> [Prompt]
Each line of the records below that contains "extends" needs to be copied.

Stored data:
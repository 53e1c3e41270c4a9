package org.shearbook.desk.audit;

import java.time.Instant;
import java.util.List;
import java.util.stream.Stream;
import org.springframework.data.domain.Limit;
import org.springframework.data.jpa.repository.Query;
import org.springframework.data.repository.Repository;

interface AuditEntryRepository extends Repository<AuditEntryEntity, Long> {

    @Query("select e from AuditEntryEntity e order by e.sequence")
    Stream<AuditEntryEntity> streamAll();

    /** Empty texts ask for nothing in particular. */
    @Query("""
            select e from AuditEntryEntity e
            where e.recordedAt <= :moment and e.sequence < :before and e.recordedAt >= :from and e.recordedAt <= :until
              and (:actor = '' or e.actor = :actor) and (:kind = '' or e.subjectKind = :kind) and (:id = '' or e.subjectId = :id)
            order by e.sequence desc""")
    List<AuditEntryEntity> newest(Instant moment, long before, Instant from, Instant until, String actor, String kind, String id, Limit limit);

    @Query("select distinct e.subjectKind from AuditEntryEntity e order by e.subjectKind")
    List<String> kinds();

    @Query("select e from AuditEntryEntity e where e.subjectKind = :kind and e.subjectId = :id and e.recordedAt <= :moment order by e.sequence")
    List<AuditEntryEntity> ofSubject(String kind, String id, Instant moment);

    long count();
}
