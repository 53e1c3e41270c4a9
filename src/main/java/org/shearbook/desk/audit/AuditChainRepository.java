package org.shearbook.desk.audit;

import jakarta.persistence.LockModeType;
import java.util.Optional;
import org.springframework.data.jpa.repository.Lock;
import org.springframework.data.jpa.repository.Query;
import org.springframework.data.repository.Repository;

interface AuditChainRepository extends Repository<AuditChainEntity, String> {

    @Lock(LockModeType.PESSIMISTIC_WRITE)
    @Query("select c from AuditChainEntity c where c.chainName = :name")
    AuditChainEntity lock(String name);

    Optional<AuditChainEntity> findById(String name);
}
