package org.shearbook.met.decode;

import java.time.Duration;
import java.time.Instant;
import java.util.ArrayList;
import java.util.List;
import java.util.regex.Matcher;
import java.util.regex.Pattern;
import org.jspecify.annotations.Nullable;
import org.shearbook.met.decode.DecodedAirReport.Cloud;
import org.shearbook.met.decode.DecodedAirReport.Intensity;
import org.shearbook.met.decode.DecodedAirReport.Place;
import org.shearbook.met.decode.DecodedAirReport.ReportClass;
import org.shearbook.met.decode.DecodedAirReport.TurbulenceLayer;
import org.shearbook.met.profile.GreatCircle;
import org.shearbook.met.profile.Units;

> [Answer box]
interface AuditEntryRepository extends Repository<AuditEntryEntity, Long> {
interface AuditChainRepository extends Repository<AuditChainEntity, String> {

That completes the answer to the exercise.